Les couleurs de boucherie
de Eugène Savitzkaya

critiqué par JPGP, le 6 mai 2023
( - 77 ans)


La note:  étoiles
Les dévorations d'Eugène Savitzkaya
Les éditions Flammarion ont la bonne idée de republier un des livres clés - Les Couleurs de boucherie - d’Eugène Savitzkaya. Paru chez Bourgois en 1980, épuisé depuis longtemps, il ouvre - à côté des premiers romans de l'auteur, dont le superbe "Un jeune homme trop gros" - une veine plus personnelle qui va devenir le courant majeur de l'entreprise de l'écrivain belge.

Apparaît en particulier avec un des textes du livre ("Boucherien fabrique") la constitution d'un univers mental et physique où la langue se démonte et se reconstruit afin d'évoquer, au coeur de la sensation, la pureté, la cruauté, la fulgurance de l’imaginaire enfantin.

Sans souci du bon usage et de la bonne morale le corps ou le monde "pue au coeur" et montre ses entrailles. Le corps s'ouvre de ses trous et ses pores pour un jeu de massacre et au besoin des baisers de boue au lépreux de la langue.

La surprise est grande de découvrir si jeune un irrégulier de la langue. Dans la droite ligne de Rimbaud il brave les interdis du sexe, des genres et de la langue. Le texte suinte de divers excrétions. La boucherie sert d'étal au "mangeur décapité, comme au "saint garçon parmi les lions" qui au besoin porte des robes à "couleur de tombe". Elles se dérobent facilement pour que le corps se drape de pourpre ou d'humeurs gluante.

Savitzkaya nous jette déjà dans le volcan de la sensation qui se retrouve par exemple et entre autres dans « À la cyprine » (Editions de Minuit). Mais à l'époque de la Boucherie tout est plus violent car animé de la force qui va de la jeunesse propre à tout risquer.

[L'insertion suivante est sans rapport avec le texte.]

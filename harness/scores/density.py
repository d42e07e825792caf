"""Density scores of ensembles: the kernel log score and the probability integral transform.

References
----------
Silverman, B. W. (1986). Density Estimation for Statistics and Data Analysis. Chapman & Hall.
Gneiting, T., Balabdaoui, F. and Raftery, A. E. (2007). Probabilistic forecasts, calibration
and sharpness. JRSS B 69(2), 243-268.
"""

from __future__ import annotations

import numpy as np

from harness.scores.kernels import (
    DEFAULT_DENSITY_FLOOR,
    TIES,
    Ties,
    _check,
    _log_score_from_sorted,
    _mean_from_sorted,
    _pit_from_sorted,
    _row_chunks,
    _silverman,
    _sort_rows,
)


def silverman_bandwidth(draws) -> np.ndarray:
    """Silverman's rule-of-thumb bandwidth 0.9 min(sd, IQR/1.34) m^(-1/5) of each ensemble.

    sd uses ddof=1, the IQR numpy's linear quantiles; when the IQR is zero the sd is used.

    Parameters
    ----------
    draws : ndarray, shape (n, m)

    Returns
    -------
    ndarray, shape (n,)

    References
    ----------
    Silverman, B. W. (1986). Density Estimation for Statistics and Data Analysis. Chapman &
    Hall, eq. (3.31).
    """
    _, x = _check(np.zeros(np.asarray(draws).shape[0]), draws, "silverman_bandwidth")
    out = np.empty(x.shape[0])
    for sl in _row_chunks(*x.shape):
        s, k, full = _sort_rows(x[sl])
        out[sl] = _silverman(s, k, full, _mean_from_sorted(s, k, full))
    return out


def log_score(obs, draws, bandwidth: str | float | np.ndarray = "silverman", *,
              density_floor: float = DEFAULT_DENSITY_FLOOR) -> np.ndarray:
    """Negative log of a Gaussian kernel density estimate of the draws, at the observation.

    ``f(y) = (1/(k h)) sum_i phi((y - x_i)/h)``, computed as a log-sum-exp around the nearest
    draw so that no term underflows; the density is then floored at ``density_floor`` (default
    1e-10, i.e. the score is capped at about 23.03) so one far outlier gives a large, finite
    score. Ensembles with zero spread have no density and get the capped score.

    Parameters
    ----------
    obs : ndarray, shape (n,)
    draws : ndarray, shape (n, m)
    bandwidth : "silverman", float or ndarray of shape (n,)
        Kernel standard deviation h; "silverman" is :func:`silverman_bandwidth`.
    density_floor : float
        Lower bound on the density (in 1/units of the variable).

    Returns
    -------
    ndarray, shape (n,)

    References
    ----------
    Silverman, B. W. (1986). Density Estimation for Statistics and Data Analysis, eq. (3.31).
    Gneiting, T. and Raftery, A. E. (2007). JASA 102(477), 359-378 (the logarithmic score).
    """
    y, x = _check(obs, draws, "log_score")
    if not density_floor > 0:
        raise ValueError(f"log_score: density_floor must be positive; got {density_floor!r}")
    if isinstance(bandwidth, str):
        if bandwidth != "silverman":
            raise ValueError(f"log_score: unknown bandwidth rule {bandwidth!r}; expected one of "
                             "['silverman'] or a positive number")
        bw = None
    else:
        bw = np.broadcast_to(np.asarray(bandwidth, dtype=np.float64), y.shape)
    out = np.empty(y.shape[0])
    for sl in _row_chunks(*x.shape):
        s, k, full = _sort_rows(x[sl])
        h = _silverman(s, k, full, _mean_from_sorted(s, k, full)) if bw is None else bw[sl]
        out[sl] = _log_score_from_sorted(s, y[sl], k, full, h, density_floor)
    return out


def pit(obs, draws, *, ties: Ties = "mid", seed: int = 0) -> np.ndarray:
    """Probability integral transform: the ensemble's empirical CDF at the observation.

    ``pit = (#{x < y} + u #{x = y}) / k``: with ``ties="mid"`` u = 1/2 (mid-rank, deterministic),
    with ``ties="random"`` u ~ U(0, 1) from ``numpy.random.default_rng(seed)`` (the randomised
    PIT of a distribution with atoms). Without ties the PIT takes the values ``c/k``.

    Parameters
    ----------
    obs : ndarray, shape (n,)
    draws : ndarray, shape (n, m)
    ties : {"mid", "random"}
    seed : int
        Seed for ``ties="random"``.

    Returns
    -------
    ndarray, shape (n,)

    References
    ----------
    Gneiting, T., Balabdaoui, F. and Raftery, A. E. (2007). Probabilistic forecasts, calibration
    and sharpness. JRSS B 69(2), 243-268 (randomised PIT).
    """
    if ties not in TIES:
        raise ValueError(f"pit: unknown ties rule {ties!r}; expected one of {sorted(TIES)}")
    y, x = _check(obs, draws, "pit")
    rng = np.random.default_rng(seed) if ties == "random" else None
    out = np.empty(y.shape[0])
    for sl in _row_chunks(*x.shape):
        s, k, _ = _sort_rows(x[sl])
        out[sl] = _pit_from_sorted(s, y[sl], k, ties, rng)
    return out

Le souffle est là à portée de viande et de fleur là où le corps machine s'anime dans une dévoration qui porte "les draps hors de sa chambre" dans un embrigadement général et quasi cosmique là où le sentiment s'ignore au profit de la sensation de "l'obscur garçon" et de ses compagnons.

Dès ce moment où le vent décoiffa le jeune oiseau, celui-ci est emporté dans ses errements nécessaires et salutaires. Tout se débride des sinus au coeur entre douceur et amertume. La vie paraît donc périlleuse sauf bien sûr a qui ose la recherche d'un bonheur libre ou ce qui en tient lieu pour qui ignore le peur et possède l'appétit de dévorer la chair vivante.